Is it damaging to my case to say that I looked forward to seeing you at divorce mediation? I shaved, I aftershaved, I picked out shirts you had once bought for me. The mediator worked out of a cottage near the thruway. In the backyard he’d created a pleasure garden full of autumnal dahlias, and two chairs tilted hopefully toward one another on a slate patio. Our separation was still very fresh. I still didn’t understand why we were separating, and I’m fairly sure you didn’t either. We’d been living separately for a couple of weeks, and this apartness gave our meetings an air of courtship. I missed you, OK? Even though you had been granted temporary custody of Meadow, you always let her come to see me at my whim or hers. It felt like we were still on the same team.
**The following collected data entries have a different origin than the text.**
import { type Server, createServer } from 'node:http';
import type { AddressInfo } from 'node:net';
import { maxModelBytes } from '../shared/api/models.contract.js';
import { createApp } from './app.js';
import { compose } from './compose.js';
import { signInLimits } from './modules/session/sign-in-limits.js';
import type { Config } from './platform/config/config.js';
import { readOrMakeSecret } from './platform/config/secret-file.js';
import { openDatabase } from './platform/db/client.js';
import { migrateDatabase } from './platform/db/migrate.js';
import { holdingLock } from './platform/db/named-lock.js';
import { createId } from './platform/ids/create-id.js';
import type { Logger } from './platform/logging/logger.js';
import { openDiskStorage } from './platform/storage/disk-storage.js';
import { seedDemo } from './seed/seed-demo.js';

/** 512 MB over a slow line take a while; Node's own limit is five minutes. */
const LONGEST_REQUEST_MS = 60 * 60 * 1000;
const DRAIN_MS = 2_000;

/** Reports a finished step of the start with its time. */
export type ReportStep = (what: string, ms: number) => void;

export interface RunningServer {
  readonly address: string;
  /** Whether the sign-in page shows the demo accounts. */
  readonly hasDemo: boolean;
  /** Lets running requests end for two seconds, then closes everything. */
  readonly stop: () => Promise<void>;
}

/**
 * Brings the database up to date, seeds an empty one, and listens.
 * @throws Error with a sentence when the database or the port cannot be had
 */
export async function startServer(
  config: Config,
  logger: Logger,
  report: ReportStep,
): Promise<RunningServer> {
  const step = async <T>(
    what: (result: T) => string | null,
    work: () => Promise<T>,
  ): Promise<T> => {
    const started = performance.now();
    const result = await work();
    const done = what(result);
    if (done) report(done, performance.now() - started);
    return result;
  };
  const secret = await readOrMakeSecret(config.secretFile);
  const storage = await openDiskStorage(config.storageFolder);
  await step(
    () => 'Database up to date',
    () => migrateDatabase(config.databaseUrl, config.migrationsFolder),
  );
  const database = openDatabase(config.databaseUrl);
  try {
    const clock = () => new Date();
    const product = compose({
      db: database.db,
      storage,
      secret,
      logger,
      clock,
      createId,
      maxModelBytes,
      signInLimits,
    });
    if (config.seedsDemo)
      await step(
        (wasEmpty: boolean) => (wasEmpty ? 'Demo workshop made' : null),
        () =>
          holdingLock(config.databaseUrl, 'seed', () =>
            seedDemo({ transact: product.transact, storage, clock, createId }),
          ),
      );
    const app = createApp({
      routes: product.routes,
      authenticate: product.sessions.authenticate,
      secret,
      logger,
      webFolder: config.webFolder,
      proxies: config.proxies,
    });
    const server = createServer({ requestTimeout: LONGEST_REQUEST_MS }, app);
    await listen(server, config);
    product.monitor.start();
    const stop = async () => {
      await product.monitor.stop();
      await close(server);
      await database.close();
    };
    return { address: addressOf(server), hasDemo: await product.repos.workshops.hasDemo(), stop };
  } catch (error) {
    await database.close();
    throw error;
  }
}

function listen(server: Server, { port, host }: Config): Promise<void> {
  return new Promise((resolve, reject) => {
    server.once('error', reject);
    server.listen(port, host, resolve);
  });
}

/** Event streams never end by themselves, so what is still open after a while is cut. */
function close(server: Server): Promise<void> {
  return new Promise((resolve) => {
    const cut = setTimeout(() => server.closeAllConnections(), DRAIN_MS);
    server.close(() => {
      clearTimeout(cut);
      resolve();
    });
    server.closeIdleConnections();
  });
}

function addressOf(server: Server): string {
  const { address, port } = server.address() as AddressInfo;
  const host = ['0.0.0.0', '::'].includes(address) ? 'localhost' : address;
  return `http://${host.includes(':') ? `[${host}]` : host}:${port}`;
}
She would arrive to my new place in North Albany in the backseat of your father’s immense black Chevy Tahoe, looking rather glamorous through the tinted window. Your father’s friendliness contributed to my sense that the situation was, like the custody arrangement, temporary. If I handled it well, you would come to your senses.
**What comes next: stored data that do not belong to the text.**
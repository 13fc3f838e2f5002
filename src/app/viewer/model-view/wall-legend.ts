import { ChangeDetectionStrategy, Component, computed, input } from '@angular/core';
import { writeLengthMm } from '../../ui/format/quantities';
import { cividisGradient } from '../scene/cividis';

/** The colours of wall thickness with their numbers. */
@Component({
  selector: 'sw-wall-legend',
  template: `
    <span>0 mm</span>
    <span class="scale" aria-hidden="true" [style.background]="gradient"></span>
    <span>{{ end() }} and more</span>
    <span class="sw-unseen">Dark is thin, bright is thick.</span>
  `,
  styles: `
    :host {
      display: flex;
      align-items: center;
      gap: 8px;
      font: var(--mat-sys-label-medium);
      font-variant-numeric: tabular-nums;
    }

    .scale {
      width: 120px;
      height: 10px;
      border: var(--sw-rule);
    }
  `,
  changeDetection: ChangeDetectionStrategy.OnPush,
})
export class WallLegend {
  readonly endMm = input.required<number>();

  protected readonly gradient = cividisGradient;
  protected readonly end = computed(() => writeLengthMm(this.endMm()));
}
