import { createAccountsRepository } from './modules/accounts/accounts.repository.js';
import { createEnvelopesRepository } from './modules/envelopes/envelopes.repository.js';
import { createJobsRepository } from './modules/jobs/jobs.repository.js';
import { createMaterialsRepository } from './modules/materials/materials.repository.js';
import { createModelsRepository } from './modules/models/models.repository.js';
import { createPlansRepository } from './modules/plans/plans.repository.js';
import { createSessionRepository } from './modules/session/session.repository.js';
import { createWorkshopsRepository } from './modules/workshops/workshops.repository.js';
import type { Db } from './platform/db/client.js';
import { inTransaction, type Transact } from './platform/db/transaction.js';

export type Repositories = ReturnType<typeof createRepositories>;

/** All repositories on one database or inside one transaction. */
export function createRepositories(db: Db) {
  return {
    accounts: createAccountsRepository({ db }),
    workshops: createWorkshopsRepository({ db }),
    sessions: createSessionRepository({ db }),
    envelopes: createEnvelopesRepository({ db }),
    materials: createMaterialsRepository({ db }),
    models: createModelsRepository({ db }),
    plans: createPlansRepository({ db }),
    jobs: createJobsRepository({ db }),
  };
}

export function createTransact(db: Db): Transact<Repositories> {
  return (work) => inTransaction(db, (tx) => work(createRepositories(tx)));
}
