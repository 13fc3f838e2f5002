/** Letters, digits, `_`, `-` and inner dots; no empty part, no `.` or `..`, nothing absolute. */
const KEY = /^[A-Za-z0-9_-]+(?:\.[A-Za-z0-9_-]+)*(?:\/[A-Za-z0-9_-]+(?:\.[A-Za-z0-9_-]+)*)*$/;
const LONGEST_KEY = 200;

/** Whether a text may name a stored file: it can never leave the storage folder. */
export function isStorageKey(text: string): boolean {
  return text.length <= LONGEST_KEY && KEY.test(text);
}

/** Folder of one revision of a model. */
export function revisionFolder(ids: {
  workshopId: string;
  modelId: string;
  revisionId: string;
}): string {
  return `${modelFolder(ids)}/${ids.revisionId}`;
}

/** Folder of a model with all its revisions. */
export function modelFolder(ids: { workshopId: string; modelId: string }): string {
  return `workshops/${ids.workshopId}/models/${ids.modelId}`;
}

/** Folder of what a plan's job writes. */
export function planFolder(ids: { workshopId: string; planId: string }): string {
  return `workshops/${ids.workshopId}/plans/${ids.planId}`;
}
If ever there was a man who deluded himself with dreams of reconciliation, I was that man. How much legal leverage I lost in the effort to win you back! I chronicled your talents as a mother, as well as the faithful way Meadow loved you back. When allegations were cast my way—that I was insensitive, that I had ignored numerous warning signs, that my behavior was occasionally “erratic” and my parenting style “unpredictable,” that my research interests were “esoteric” and finally just tedious and maybe even make-believe—I accepted these criticisms and heaped a couple of fresh ones atop the pile. You’re right, I said. You’re so right. I wanted to persuade you that I was flawed on purpose. Because if I was flawed on purpose, then I was just as capable of being perfect as I was of being flawed. I was in total control of who I was. I was capable of change.

You blushed and barely looked at me. I see now that you were embarrassed for me. You were embarrassed for me that I knew so little of the cold nature of the law. Only after I found myself the noncustodial parent did I realize my error, my wasted sacrifice.
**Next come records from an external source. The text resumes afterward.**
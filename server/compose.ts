import { dirname } from 'node:path';
import { jobSchemas } from '../shared/jobs/job-map.js';
import { createEnvelopesRoutes } from './modules/envelopes/envelopes.router.js';
import { createEnvelopesService } from './modules/envelopes/envelopes.service.js';
import { createJobMonitor } from './modules/jobs/job-monitor.js';
import { createJobSettler } from './modules/jobs/job-settler.js';
import { createJobsRoutes } from './modules/jobs/jobs.router.js';
import type { FinalJob } from './modules/jobs/jobs.repository.js';
import { createMaterialsRoutes } from './modules/materials/materials.router.js';
import { createMaterialsService } from './modules/materials/materials.service.js';
import { settleInspection } from './modules/models/inspect-settlement.js';
import { createModelsRoutes } from './modules/models/models.router.js';
import { createModelsService } from './modules/models/models.service.js';
import { createUploadReceiver } from './modules/models/receive-upload.js';
import { settlePlan } from './modules/plans/plan-settlement.js';
import { createPlansRoutes } from './modules/plans/plans.router.js';
import { createPlansService } from './modules/plans/plans.service.js';
import { createSessionRoutes } from './modules/session/session.router.js';
import { createSessionService } from './modules/session/session.service.js';
import { createSignInLimits, type SignInLimits } from './modules/session/sign-in-limits.js';
import type { Db } from './platform/db/client.js';
import type { Route } from './platform/http/routes.js';
import type { CreateId } from './platform/ids/create-id.js';
import type { Logger } from './platform/logging/logger.js';
import type { FileStorage } from './platform/storage/disk-storage.js';
import { createRepositories, createTransact } from './repositories.js';
import { demoAccounts } from './seed/demo-accounts.js';

export interface Dependencies {
  readonly db: Db;
  readonly storage: FileStorage;
  readonly secret: string;
  readonly logger: Logger;
  readonly clock: () => Date;
  readonly createId: CreateId;
  readonly maxModelBytes: number;
  readonly signInLimits: SignInLimits;
}

export type Product = ReturnType<typeof compose>;

/** The composition root: every service, wired once. Nobody else calls a constructor of a service. */
export function compose(deps: Dependencies) {
  const { db, storage, secret, logger, clock, createId } = deps;
  const repos = createRepositories(db);
  const transact = createTransact(db);
  const namesOf = repos.accounts.namesOf;

  const sessions = createSessionService({ ...repos, secret, clock, createId });
  const envelopes = createEnvelopesService({ envelopes: repos.envelopes, clock, createId });
  const materials = createMaterialsService({ materials: repos.materials, clock, createId });
  const models = createModelsService({
    models: repos.models,
    jobs: repos.jobs,
    countPlans: repos.plans.countByModel,
    countPlansOf: repos.plans.countByRevision,
    transact,
    storage,
    namesOf,
    clock,
    createId,
  });
  const plans = createPlansService({
    plans: repos.plans,
    jobs: repos.jobs,
    models: repos.models,
    findModel: models.find,
    findEnvelope: envelopes.get,
    findMaterial: materials.get,
    transact,
    storage,
    namesOf,
    clock,
    createId,
  });

  const settler = createJobSettler({
    jobs: repos.jobs,
    transact,
    settlements: { 'model.inspect': settleInspection, 'plan.make': settlePlan },
    removeFilesOf: (job) => storage.remove(folderOf(job)),
    removeFile: (key) => storage.remove(key),
    logger,
  });
  const monitor = createJobMonitor({ jobs: repos.jobs, settler, logger });

  const routes: Route[] = [
    {
      method: 'get',
      path: '/api/health',
      access: 'public',
      handle: (_req, res) => {
        res.json({ ok: true });
      },
    },
    ...createSessionRoutes({
      sessions,
      secret,
      signInLimits: createSignInLimits(deps.signInLimits),
      demoAccounts: async () => ((await repos.workshops.hasDemo()) ? [...demoAccounts] : []),
    }),
    ...createModelsRoutes({
      models,
      storage,
      receiveUpload: createUploadReceiver({
        folder: storage.incomingFolder,
        maxBytes: deps.maxModelBytes,
        createId,
      }),
    }),
    ...createEnvelopesRoutes({ envelopes }),
    ...createMaterialsRoutes({ materials }),
    ...createPlansRoutes({ plans, storage }),
    ...createJobsRoutes({ jobs: repos.jobs, monitor, isStillLive: sessions.isStillLive }),
  ];
  return {
    repos,
    transact,
    sessions,
    envelopes,
    materials,
    models,
    plans,
    settler,
    monitor,
    routes,
  };
}

/** The folder of a record that was deleted while its job ran. */
function folderOf(job: FinalJob): string {
  if (job.kind === 'plan.make') return jobSchemas[job.kind].input.parse(job.input).outputPrefix;
  const { sourceKey } = jobSchemas[job.kind].input.parse(job.input);
  // The source lies in its revision's folder, that in its model's, which is gone as well.
  return dirname(dirname(sourceKey));
}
In one of our final meetings, when I finally sensed the sour turn my fate had taken, the mediator assured me that if I had objections in the future—if I were to change my mind—I could do so within the court of law, during a hearing. In the meantime, it seemed to him that there was a lot of good in giving one parent sole physical custody and that this arrangement would still provide me with a bounty of visitation rights. For some children, especially young ones like Meadow (our hippie said), it was better to live in one home. My new place could be Meadow’s sleepaway home. An exciting change of scene.

With this parental “agreement” in place, thereafter you and I worked through the mail. Without the hit of seeing you, our correspondence took on a chill. The fact that I was getting screwed dawned on me slowly. The many visitations I was initially promised were scratched down to every other weekend. These impersonal negotiations unsettled me and began to absorb restless nights.

I took a stand and arbitrarily demanded that in addition to my weekends, I’d get Meadow every Wednesday. After this request was received, Meadow was curiously unable to make it over to my place for an entire two weeks. I called many times; no one answered. I visited our hippie; he was powerless. And then I returned to my new home—the water-damaged ranch I was renting off New Scotland Ave.—and sat paralyzed, listening to the sump pump labor away in the basement. It was the sort of week in which the clock’s ticking seems recriminatory (Look how you’ve been imprisoned by your unwillingness to kill yourself!). I drank, but that failed to bring about worldwide revolution. So I sat at my kitchen table to think, and I thought until my mind became raw from thinking, and for the first time in years I became aware of my essential conundrum. I was Eric Kennedy. I knew it, and I had decided it, and it was true. It had been true for too long. But whenever I ventured out into emotional and physical joint space—that is, society—my identity became predicated on some sort of collective agreement. In other words, I was Eric Kennedy only inasmuch as I could secure a consensus that I was. And suddenly I saw that achieving a total consensus, a unanimity, was a campaign for which my life was too short. For example, I had no legal recourse. I couldn’t get mixed up in a custody battle! It would be only a matter of days before someone went digging for old records, looking for someone who knew me in high school—hell, looking for Twelve Hills on the map. After all, I had written my life story at the tender age of fourteen. It wasn’t a very sophisticated one.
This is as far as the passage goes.